* [EXERCISE REQUIREMENTS]:
The entries below contain a line with "template <double (*limit)(double e1, double" and a line with "per so many". Retype exactly everything from the first down to the second, both included, and nothing else.
SOURCE DATA section start
-- What is in the columns of a CSV import, and how to make numbers of them.
--
-- Needs:  raw_import (make_database.sql) and the extension.
-- Leaves: imported: the same rows with numbers where numbers belong.

.print
.print 'A CSV import makes text of everything. value_audit sorts what it finds in a column by kind;'
.print 'here are the kinds that occur, with an example of each.'
WITH audit(column_name, found) AS (
  SELECT 'reported', value_audit(reported) FROM raw_import UNION ALL
  SELECT 'ward', value_audit(ward) FROM raw_import UNION ALL
  SELECT 'building_age', value_audit(building_age) FROM raw_import UNION ALL
  SELECT 'cost', value_audit(cost) FROM raw_import UNION ALL
  SELECT 'inspection_score', value_audit(inspection_score) FROM raw_import
)
SELECT column_name, kind, rows, example FROM audit, value_audit_rows(found) WHERE rows > 0;

.print
.print 'Which words hide behind "other_text"? Ordinary SQL lists them.'
SELECT cost AS cost_as_imported, count(*) AS rows
FROM raw_import WHERE number_or_null(cost) IS NULL AND trim(cost) <> ''
GROUP BY cost ORDER BY rows DESC LIMIT 4;

.print
.print 'number_or_null makes NULL of blanks, of words and of the codes you list (here -99); figures'
.print 'like 1,200.00 need their commas taken out first. Dates that are not ISO dates become NULL.'
DROP TABLE IF EXISTS imported;
CREATE TABLE imported AS
SELECT CAST(case_no AS INTEGER)                       AS case_id,
       date_from_days(date_days(reported))            AS reported,
       ward,
       number_or_null(building_age, '-99')            AS building_age,
       number_or_null(dwellings)                      AS dwellings,
       number_or_null(replace(cost, ',', ''))         AS cost,
       number_or_null(inspection_score)               AS inspection_score
FROM raw_import;

.print
.print 'Why it matters: avg() reads words as 0, a date as its year and -99 as an age, and it stops'
.print '1,200.00 at the comma. It warns of none of this.'
SELECT 'building age' AS measure,
       (SELECT round(avg(building_age), 1) FROM raw_import) AS avg_of_the_import,
       (SELECT round(mean(building_age), 1) FROM imported)  AS mean_after_cleaning
UNION ALL
SELECT 'cost', (SELECT round(avg(cost), 1) FROM raw_import),
               (SELECT round(mean(cost), 1) FROM imported);
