#include "ext/call.h"

#include <cmath>

#include "core/support/prose.h"
#include "core/support/text.h"
#include "ext/registry.h"

namespace ladderline {

std::string_view BytesOf(sqlite3_value* value) {
  const void* bytes = sqlite3_value_blob(value);
  const int size = sqlite3_value_bytes(value);
  return bytes == nullptr
             ? std::string_view()
             : std::string_view(static_cast<const char*>(bytes), static_cast<size_t>(size));
}

std::string_view TextOf(sqlite3_value* value) {
  const unsigned char* text = sqlite3_value_text(value);
  if (text == nullptr) {
    if (sqlite3_value_type(value) != SQLITE_NULL) throw std::bad_alloc();
    return {};
  }
  return {reinterpret_cast<const char*>(text), static_cast<size_t>(sqlite3_value_bytes(value))};
}

NumberReading ReadNumber(sqlite3_value* value) {
  using Kind = NumberReading::Kind;
  int type = sqlite3_value_type(value);
  if (type == SQLITE_TEXT) {
    if (IsBlank(TextOf(value))) return {Kind::kMissing, 0};
    type = sqlite3_value_numeric_type(value);
  }
  switch (type) {
    case SQLITE_INTEGER:
    case SQLITE_FLOAT: {
      const double number = sqlite3_value_double(value);
      return {std::isfinite(number) ? Kind::kNumber : Kind::kBad, number};
    }
    case SQLITE_NULL:
      return {Kind::kMissing, 0};
    default:
      return {Kind::kBad, 0};
  }
}

std::string LevelAdvice(double level) {
  if (!(level >= 50 && level < 100)) return "";
  return "; write " + Rounded(level / 100, 12);
}

std::string Describe(sqlite3_value* value) {
  switch (sqlite3_value_type(value)) {
    case SQLITE_NULL:
      return "NULL";
    case SQLITE_BLOB:
      return "a BLOB of " + std::to_string(sqlite3_value_bytes(value)) + " bytes";
    case SQLITE_TEXT:
      return "text '" + Excerpt(TextOf(value), 60) + "'";
    default:
      if (std::isinf(sqlite3_value_double(value))) return "an infinity";
      return std::string(TextOf(value));
  }
}

bool Arguments::Numbers(std::span<double> out) const {
  bool all = true;
  for (int i = 0; i < count(); ++i) {
    const std::optional<double> number = Number(i);
    all = all && number.has_value();
    if (number) out[static_cast<size_t>(i)] = *number;
  }
  return all;
}

std::optional<std::string_view> Arguments::Text(int i) const {
  sqlite3_value* v = value(i);
  if (IsNull(i)) return std::nullopt;
  if (sqlite3_value_type(v) == SQLITE_BLOB) ThrowBad(i, "must be text");
  const std::string_view text = TextOf(v);
  if (!IsUtf8(text)) ThrowBad(i, "must be UTF-8 text");
  return text;
}

void Call::Return(double number) const {
  if (std::isfinite(number)) {
    sqlite3_result_double(context_, number);
  } else {
    sqlite3_result_null(context_);
  }
}

void Call::Return(std::string_view text) const {
  sqlite3_result_text64(context_, text.data(), text.size(), SQLITE_TRANSIENT, SQLITE_UTF8);
}

void Arguments::ThrowBad(int i, std::string_view requirement, std::string_view advice) const {
  throw CallError(std::string(row().name) + ": " + ArgumentName(row(), i) + " " +
                  std::string(requirement) + ", got " + Describe(value(i)) + std::string(advice));
}

void Arguments::CheckCount() const {
  if (count() >= row().least_arguments) [[likely]]
    return;
  Throw("takes (" + std::string(row().arguments) + "), got " + std::to_string(count()) +
        " arguments");
}

void Arguments::Throw(std::string_view message) const {
  throw CallError(std::string(row().name) + ": " + std::string(message));
}

}  // namespace ladderline
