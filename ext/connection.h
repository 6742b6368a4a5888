// What all functions of one connection share.
#ifndef LADDERLINE_EXT_CONNECTION_H_
#define LADDERLINE_EXT_CONNECTION_H_

#include "ext/model_cache.h"

namespace ladderline {

struct Connection {
  ModelCache models;
  unsigned model_lookups = 0;  // see model_argument.cc
};

}  // namespace ladderline

#endif  // LADDERLINE_EXT_CONNECTION_H_
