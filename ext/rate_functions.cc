// Rates, shares and rate ratios as scalars.
//
// A base or whole ≤ 0, a negative count, and a part above its whole give NULL. A `per` below 1 and
// a level outside (0, 1) are errors, whatever the other arguments: they are written by hand, and
// each easily lands in the other's place.
#include <limits>

#include "core/rates/binomial.h"
#include "core/rates/poisson.h"
#include "core/rates/rate_ratio.h"
#include "ext/function_tables.h"

namespace ladderline {
namespace {

constexpr double kUsualLevel = 0.95;

constexpr double kMissing = std::numeric_limits<double>::quiet_NaN();

// Missing numbers are NaN: the rooms of core/rates give NaN for them, and that is returned as NULL.
double NumberAt(const Call& call, int i) { return call.Number(i).value_or(kMissing); }

double PerAt(const Call& call, int i) {
  const double per = NumberAt(call, i);
  if (per < 1) call.ThrowBad(i, "must be at least 1");
  return per;
}

double LevelAt(const Call& call, int i) {
  if (!call.Has(i)) return kUsualLevel;
  const double level = NumberAt(call, i);
  if (level <= 0 || level >= 1) call.ThrowBad(i, "must lie between 0 and 1", LevelAdvice(level));
  return level;
}

void CallRatePer(Call& call) {
  const double events = NumberAt(call, 0), base = NumberAt(call, 1);
  call.Return(RatePer(events, base, PerAt(call, 2)));
}

template <double (*limit)(double events, double base, double per, double level)>
void RateLimit(Call& call) {
  const double events = NumberAt(call, 0), base = NumberAt(call, 1), per = PerAt(call, 2);
  call.Return(limit(events, base, per, LevelAt(call, 3)));
}

void CallPercentOf(Call& call) {
  const double part = NumberAt(call, 0);
  call.Return(PercentOf(part, NumberAt(call, 1)));
}

template <double (*limit)(double part, double whole, double level)>
void PercentLimit(Call& call) {
  const double part = NumberAt(call, 0), whole = NumberAt(call, 1);
  call.Return(limit(part, whole, LevelAt(call, 2)));
}

template <double (*compare)(double e1, double b1, double e2, double b2)>
void Ratio(Call& call) {
  const double e1 = NumberAt(call, 0), b1 = NumberAt(call, 1), e2 = NumberAt(call, 2);
  call.Return(compare(e1, b1, e2, NumberAt(call, 3)));
}

template <double (*limit)(double e1, double b1, double e2, double b2, double level)>
void RatioLimit(Call& call) {
  const double e1 = NumberAt(call, 0), b1 = NumberAt(call, 1), e2 = NumberAt(call, 2);
  const double b2 = NumberAt(call, 3);
  call.Return(limit(e1, b1, e2, b2, LevelAt(call, 4)));
}

constexpr const char* kGarwood = "Garwood 1936";
constexpr const char* kClopperPearson = "Clopper & Pearson 1934";
constexpr const char* kRateArguments = "events, base, per [, level = 0.95]";
constexpr const char* kPercentArguments = "part, whole [, level = 0.95]";
constexpr const char* kRatioArguments = "e1, b1, e2, b2 [, level = 0.95]";

constexpr FunctionRow kRows[] = {
    Scalar("rate_per", 3, 3, "events, base, per", CallRatePer,
           "Events per so many units of the base: per events/base.", "",
           "SELECT rate_per(17, 4200, 1000)"),
    Scalar("rate_low", 3, 4, kRateArguments, RateLimit<RateLow>,
           "Lower exact Poisson limit of a rate; 0 for no events.", kGarwood,
           "SELECT rate_low(17, 4200, 1000)"),
    Scalar("rate_high", 3, 4, kRateArguments, RateLimit<RateHigh>,
           "Upper exact Poisson limit of a rate; also for no events.", kGarwood,
           "SELECT rate_high(0, 4200, 1000, 0.9)"),
    Scalar("percent_of", 2, 2, "part, whole", CallPercentOf, "The part in percent of the whole.",
           "", "SELECT percent_of(12, 80)"),
    Scalar("percent_low", 2, 3, kPercentArguments, PercentLimit<PercentLow>,
           "Lower exact binomial limit of a share, in percent.", kClopperPearson,
           "SELECT percent_low(12, 80)"),
    Scalar("percent_high", 2, 3, kPercentArguments, PercentLimit<PercentHigh>,
           "Upper exact binomial limit of a share, in percent.", kClopperPearson,
           "SELECT percent_high(12, 80, 0.99)"),
    Scalar("rate_ratio", 4, 4, "e1, b1, e2, b2", Ratio<RateRatio>,
           "The rate e1/b1 over the rate e2/b2; NULL for e2 = 0.", "",
           "SELECT rate_ratio(17, 4200, 9, 3900)"),
    Scalar("rate_ratio_low", 4, 5, kRatioArguments, RatioLimit<RateRatioLow>,
           "Lower limit of a rate ratio, exact given the total of events.", kClopperPearson,
           "SELECT rate_ratio_low(17, 4200, 9, 3900)"),
    Scalar("rate_ratio_high", 4, 5, kRatioArguments, RatioLimit<RateRatioHigh>,
           "Upper limit of a rate ratio, exact given the total of events; NULL for e2 = 0.",
           kClopperPearson, "SELECT rate_ratio_high(17, 4200, 9, 3900)"),
    Scalar(
        "rate_ratio_p", 4, 4, "e1, b1, e2, b2", Ratio<RateRatioP>,
        "Two-sided exact p-value of equal rates given the total of events: all divisions no more "
        "likely than the one seen. NULL for a fractional count.",
        "", "SELECT rate_ratio_p(17, 4200, 9, 3900)"),
};

}  // namespace

std::span<const FunctionRow> RateFunctions() { return kRows; }

}  // namespace ladderline
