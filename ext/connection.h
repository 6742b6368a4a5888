// What all functions of one connection share.
#ifndef LADDERLINE_EXT_CONNECTION_H_
#define LADDERLINE_EXT_CONNECTION_H_

namespace ladderline {

class Connection {};

}  // namespace ladderline

#endif  // LADDERLINE_EXT_CONNECTION_H_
SOURCE DATA section end
* [ANSWER TO THE PROBLEM]:
template <double (*limit)(double e1, double b1, double e2, double b2, double level)>
void RatioLimit(Call& call) {
  const double e1 = NumberAt(call, 0), b1 = NumberAt(call, 1), e2 = NumberAt(call, 2);
  const double b2 = NumberAt(call, 3);
  call.Return(limit(e1, b1, e2, b2, LevelAt(call, 4)));
}

constexpr const char* kGarwood = "Garwood 1936";
constexpr const char* kClopperPearson = "Clopper & Pearson 1934";
constexpr const char* kRateArguments = "events, base, per [, level = 0.95]";
constexpr const char* kPercentArguments = "part, whole [, level = 0.95]";
constexpr const char* kRatioArguments = "e1, b1, e2, b2 [, level = 0.95]";

constexpr FunctionRow kRows[] = {
    Scalar("rate_per", 3, 3, "events, base, per", CallRatePer,
           "Events per so many units of the base: per events/base.", "",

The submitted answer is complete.